A:  The spiral is Troy’s patience, Lucy West, and now Colinda.  It’s practice, motivation, and noticing change. The change is in your heart and in your unconscious beliefs.  Not just because you think it or say that it’s true. The spiral is learning. I think we’ve figured out that sharing our learning in The Beast and telling stories creates a space between.  It pulls people in to become part of that learning. Our learning has to be shared with others in order to exist.

K: I’m not sure I understood this.  When we co-constructed the success criteria for critical thinking with educators –  some of the details – I look for evidence to clarify my thinking, I try to make sense of complex ideas, I tell myself it’s ok not to know everything – it was never about confirming my thinking nor finally having an answer.  When we spoke at 5 am on Monday mornings I was not looking for the final answer – in fact, when it hit 6:30 and it was time to make lunches I was often not quite ready to let it go…I then found myself seeking during the day and bringing that conversation with me.  Not to be put away as I had confirmed nothing.

A:  If it were confirmed, then it would be over.  We might as well just have Googled it.  The work in progress feels right to us.  It’s our responsibility to each other – almost how we care for each other.

work in progress

K: It is the part of our learning that has given me the most pause – if I have this need, this craving to learn with this human being and I have never learned like this before – the care that we take with each other, the thinking and the nudging (your patience LOL), your slowing down so I can catch up and then us messy and frantic in The Beast – how do we explain it? How do we share it? How do we never let it go? How can we make more space?

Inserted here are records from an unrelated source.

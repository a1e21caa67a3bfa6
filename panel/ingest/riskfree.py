"""The risk-free rate: from a column of the returns file or from a separate file (a date column
and one rate column), put on the returns' period grid.

Rates are simple per-period rates in the returns' units.  Plausibility rules, in the order they
run (``a`` = median |rate| per period, read in the returns' units, x periods per year; the
thresholds are common practice, set from the historical record as remembered: US Treasury bills
peaked near 16% a year in 1981 and averaged about 3-4% in the long run):

1. A rate file must have the returns' frequency: the code nearest its median date spacing (as in
   :mod:`panel.ingest.frequency`) must be the returns' (a daily file beside monthly returns is
   refused, not averaged).
2. ``a > 20%`` is refused (with ``allow_extreme``: a warning).  A median above every
   developed-market peak over a whole sample is almost always a quoting mistake; the message
   names the likely one(s) -- an annual rate beside sub-annual returns (divide by periods per
   year), percent beside decimal returns (divide by 100), or both -- the likeliest first (the
   corrected rate nearest a typical 4% a year).  Genuinely high rates (high-inflation
   currencies) pass with ``allow_extreme``.
3. ``10% < a <= 20%`` on sub-annual data gives a warning (an annual rate of 0.8-1.7% quoted per
   month lands here; so do genuine 1979-1982 dollar rates).
4. Beside returns in percent, ``0 < max |rate| x periods per year < 0.1%`` warns: decimal
   rates beside percent returns are 100 times too small, but their level alone cannot tell them
   from near-zero rates.
5. One rate at or below -100% per period, or beyond +-100% (unless ``allow_extreme``), is refused
   as a typo.
6. The dates must fit the returns' period grid, with one rate per period (equal repeats in a long
   file are fine); a period with returns but no rate is refused (``core``).

Sizes are absolute, so slightly negative rates pass.  An annual rate quoted per month is refused
from about 1.7% a year and warned about from 0.8%; below that its level cannot tell it from a
genuine monthly rate (premia then err by less than about 9 points a year).
"""

from __future__ import annotations

import math
import os
from dataclasses import dataclass
from pathlib import Path

import numpy as np

from panel.data import PERIODS_PER_YEAR
from panel.ingest.cells import parse_dates, parse_numbers, refuse_bad_cell
from panel.ingest.errors import IngestError, shown
from panel.ingest.frequency import (NOMINAL_DAYS, Fitted, Grid, Misfit, by_closeness, day,
                                    map_dates, median_spacing)
from panel.ingest.layout import find_column, named_columns
from panel.ingest.readers import RawTable, load_table
from panel.ingest.records import first_repeat

#: Median |rate| x periods per year above which rates are refused (common practice, see above).
MAX_YEARLY_RATE = 0.20
#: ... above which (sub-annual data) a warning says they may be annual rates.
HIGH_YEARLY_RATE = 0.10
#: Largest |rate| x periods per year below which, beside percent returns, a warning says they
#: may be decimal rates.
LOW_YEARLY_RATE = 0.001
#: A typical yearly rate (long-run US bill average, from memory), to rank the likely mistakes.
TYPICAL_YEARLY_RATE = 0.04
_ADJECTIVE = {"B": "daily", "W": "weekly", "M": "monthly", "Q": "quarterly", "A": "annual"}


@dataclass(frozen=True)
class RateCells:
    """Rate cells as read: ``table`` rows ``row`` with dates and values (input units)."""

    table: RawTable
    column: str
    row: np.ndarray
    date: np.ndarray
    value: np.ndarray
    source: str  # "column" or "file"
    labels: bool = False

    def where(self, k: int) -> str:
        return f"{self.table.name}: {self.table.where(int(self.row[k]))}, column {self.column!r}"


def rate_column(table: RawTable, column: str, dates: np.ndarray) -> RateCells:
    """The rate cells of a column in the returns file (``dates``: that file's parsed dates)."""
    values, bad = parse_numbers(table.column(column))
    refuse_bad_cell(table, [column], [values], [bad], what="risk-free rate")
    return RateCells(table, column, np.arange(len(table)), dates, values, "column")


def rate_file(path: str, returns_name: str, delimiter: str | None) -> RateCells:
    """The rate cells of a separate file: its ``date`` column (or first column) and one other."""
    if not Path(os.fspath(path)).is_file():
        raise IngestError(f"{returns_name}: risk_free={path!r} is neither a column of the file "
                          "nor an existing file; pass a column name or the path of a file "
                          "with a date and a rate column")
    table = load_table(path, delimiter)
    columns, _ = named_columns(table)
    named = find_column(columns, "date")
    date = named or columns[0]
    others = [c for c in columns if c != date]
    if len(others) != 1:
        raise IngestError(f"{table.name}: a risk-free file needs a date column and one rate "
                          f"column; found {len(columns)} columns ({', '.join(map(repr, columns))})")
    dates, labels = parse_dates(table, date, implicit=named is None)
    values, bad = parse_numbers(table.column(others[0]))
    refuse_bad_cell(table, others, [values], [bad], what="risk-free rate")
    pair = first_repeat(dates.astype(np.int64))
    if pair is not None:
        raise IngestError(f"{table.name}: {table.where(pair[0])} and {table.where(pair[1])}: date "
                          f"{dates[pair[0]]} appears twice; keep one rate per date")
    return RateCells(table, others[0], np.arange(len(table)), dates, values, "file", labels)


def rates_on_grid(cells: RateCells, fitted: Fitted, decimal: np.ndarray, units: str,
                  allow_extreme: bool) -> tuple[dict[int, float], str | None]:
    """(period number -> decimal rate, warning or None).  ``decimal`` is ``cells.value`` in
    decimal, read in the returns' ``units``.  Runs rules 1-6 of the module docstring."""
    grid = fitted.grid
    present = np.flatnonzero(~np.isnan(decimal))
    unique, inverse = np.unique(cells.date[present], return_inverse=True)
    if cells.source == "file":
        _check_frequency(cells, unique, grid)
    note = None
    if present.size:
        note = _check_level(cells, grid, present, decimal, units, allow_extreme)
    for k in present:
        if decimal[k] <= -1.0 or (abs(decimal[k]) > 1.0 and not allow_extreme):
            raw = cells.table.column(cells.column)[cells.row[k]]
            raise IngestError(f"{cells.where(k)}: risk-free rate {shown(raw)} "
                              f"is {decimal[k] * 100:+.4g}% in one {grid.unit()}; give the rate "
                              "per period in the returns' units (an annual 5% is about 0.41% per "
                              "month)" + ("" if decimal[k] <= -1.0 else
                                          ", or pass allow_extreme=True (CLI --allow-extreme)"))
    try:
        mapped = map_dates(unique, grid.code, grid.anchor, labels=cells.labels)
    except Misfit as err:
        raise IngestError(f"{cells.table.name}: risk-free dates don't fit the returns' "
                          f"{grid.describe()} dates: {err}") from None
    periods = mapped.ordinals[inverse]
    out: dict[int, float] = {}
    first_at: dict[int, int] = {}
    for k, period in zip(present.tolist(), periods.tolist()):
        if period in out and out[period] != decimal[k]:
            other = first_at[period]
            raws = cells.table.column(cells.column)
            raise IngestError(f"{cells.where(k)}: risk-free rate {shown(raws[cells.row[k]])} "
                              f"differs from {shown(raws[cells.row[other]])} "
                              f"({cells.table.where(int(cells.row[other]))}) for "
                              f"the {grid.unit()} ending {grid.ends([period])[0]}; give one rate "
                              "per period")
        out.setdefault(period, float(decimal[k]))
        first_at.setdefault(period, k)
    return out, note


def _check_level(cells: RateCells, grid: Grid, present: np.ndarray, decimal: np.ndarray,
                 units: str, allow_extreme: bool) -> str | None:
    """Rules 2-4 of the module docstring: refuse (or, allowed, warn about) a median rate above
    ``MAX_YEARLY_RATE`` a year; warn about a high one, or a tiny one beside percent returns."""
    ppy = PERIODS_PER_YEAR[grid.code]
    size = np.abs(decimal[present])
    median = float(np.median(size))
    yearly = median * ppy
    raw = float(np.median(np.abs(cells.value[present])))  # as written in the file
    seen = f"risk-free rates in column {cells.column!r}" + (
        "" if cells.source == "column" else f" of {cells.table.name}")
    told = (f"median {raw:.4g} per {grid.unit()}, read as {units} like the returns, is "
            f"{_percent(yearly)} a year")
    if yearly > MAX_YEARLY_RATE:
        guess = _likely_mistakes(median, ppy, units)
        if allow_extreme:
            return f"{seen}: {told}{guess}; accepted because allow_extreme=True"
        raise IngestError(f"{cells.table.name}: risk-free rates in column {cells.column!r} look "
                          f"too large for {grid.describe()} returns: {told}{guess}; give simple "
                          f"per-{grid.unit()} rates in the returns' units, or pass "
                          "allow_extreme=True (CLI --allow-extreme) if rates this high are real")
    if ppy > 1 and yearly > HIGH_YEARLY_RATE:
        return (f"{seen} are high: {told}; if they are annual rates, divide them by {ppy} "
                f"(simple per-{grid.unit()} rates)")
    largest = float(size.max())
    if units == "percent" and 0 < largest * ppy < LOW_YEARLY_RATE:  # all zero: deliberate
        top = float(np.max(np.abs(cells.value[present])))
        return (f"{seen} are near zero beside returns in percent: the largest, {top:.4g} per "
                f"{grid.unit()}, is {_percent(largest * ppy)} a year; if they are decimal rates, "
                "multiply them by 100 (or give the returns in decimal too)")
    return None


def _likely_mistakes(median: float, ppy: int, units: str) -> str:
    """``"; they look like ..."`` naming the quoting mistakes that would turn the per-period
    ``median`` (decimal, as read) into a plausible rate, the likeliest first (at most two)."""
    readings = []
    if ppy > 1:
        readings.append(("an annual rate", ppy))
    if units == "decimal":
        readings.append(("a rate in percent beside decimal returns", 100))
    if ppy > 1 and units == "decimal":
        readings.append(("an annual rate in percent", 100 * ppy))
    fits = [(label, median * ppy / divide, divide) for label, divide in readings
            if median * ppy / divide <= MAX_YEARLY_RATE]
    if not fits:
        return ""
    fits.sort(key=lambda f: abs(math.log(max(f[1], 1e-12) / TYPICAL_YEARLY_RATE)))
    shown_fits = [f"{label} ({_percent(year)} a year: divide by {divide})"
                  for label, year, divide in fits[:2]]
    return "; they look like " + " or ".join(shown_fits)


def _check_frequency(cells: RateCells, dates: np.ndarray, grid: Grid) -> None:
    """Rule 1: refuse a rate file whose own frequency (the code nearest its median date spacing)
    is not the returns'."""
    if dates.size < 2:
        return
    spacing = median_spacing(dates)
    own = by_closeness(spacing)[0]
    if own == grid.code:
        return
    finer = NOMINAL_DAYS[own] < NOMINAL_DAYS[grid.code]
    how = (f" (the {_ADJECTIVE[own]} rates compounded over each {grid.unit()})" if finer else "")
    days = f"{spacing:g} day{'' if spacing == 1 else 's'}"
    raise IngestError(f"{cells.table.name}: risk-free dates are {_ADJECTIVE[own]} (median "
                      f"spacing {days}, from {day(dates[0])}) but the returns are "
                      f"{grid.describe()}; give one simple per-{grid.unit()} rate for each "
                      f"{grid.unit()} of the returns{how}")


def _percent(fraction: float) -> str:
    """``0.0525`` -> ``'5.25%'``; four significant digits, so tiny and huge rates both read."""
    return f"{fraction * 100:.4g}%"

A: You stump me with How questions.  What’s missing for you? Are you thinking about spread and sustainability?  The process itself is the magic. Think about the way a story comes to you.  You create space within it for me and everyone else to make meaning.

K:  I love how you just stopped me cold – I read your words over and over as you were typing them and took a snip it  – the how questions are purely selfish.

pasted image 0The documentation of the Beast – the messy and the doing of our day jobs and the human factor that are the stories – the why… I have no doubt about the why… I am wondering how we might find other stories that could be told to us in the space we create in between – not as a comment at the end but as a sit beside.  

A: Discourse.  We need more humans.

K: I am wondering if it goes back to your questions above –  What’s missing for you? Are you thinking about spread and sustainability?  The process itself is the magic.  Think about the way a story comes to you.  You create space within it for me and everyone else to make meaning.

We have had several people ask about our writing process – the how we do it?  We explain it and the why… ironically as we are answering the questions we somehow know that change is coming and we need something more – the word NEED also keeps coming up.  We have talked about why people do not comment at the end in the big comment box and we spiraled back to exit cards and students answering comprehension questions at the end of reading – they don’t work because it’s over.  How can we make real space?  Does meaning happen at the end or during?  

A: This doc is shareable.  We can actually put spaces in.  We can pull more people into those spaces.  Diversity will cause bumping and circling and taking care of each other.

K: We need their stories – the moment when you are listening to a story and think of one to tell right after and when you are telling it, you know you missed something juicy and it occurs to you…the heal you feel when you sit with your friends and fill it to the rim when you recount and re-calibrate…and because it’s documented…Carlina brings you home – you make sense of you and the learning.  The circling creates more space between – the linger happens. The process itself is the magic.  The work in progress feels right to us. Your words…the during

A:  The space is flat, messy and uncertain.  Uncertain but safe. Everyone in the circle needs.  They need to share their theories and what lies behind their beliefs. It’s a collective responsibility to always stay in the during.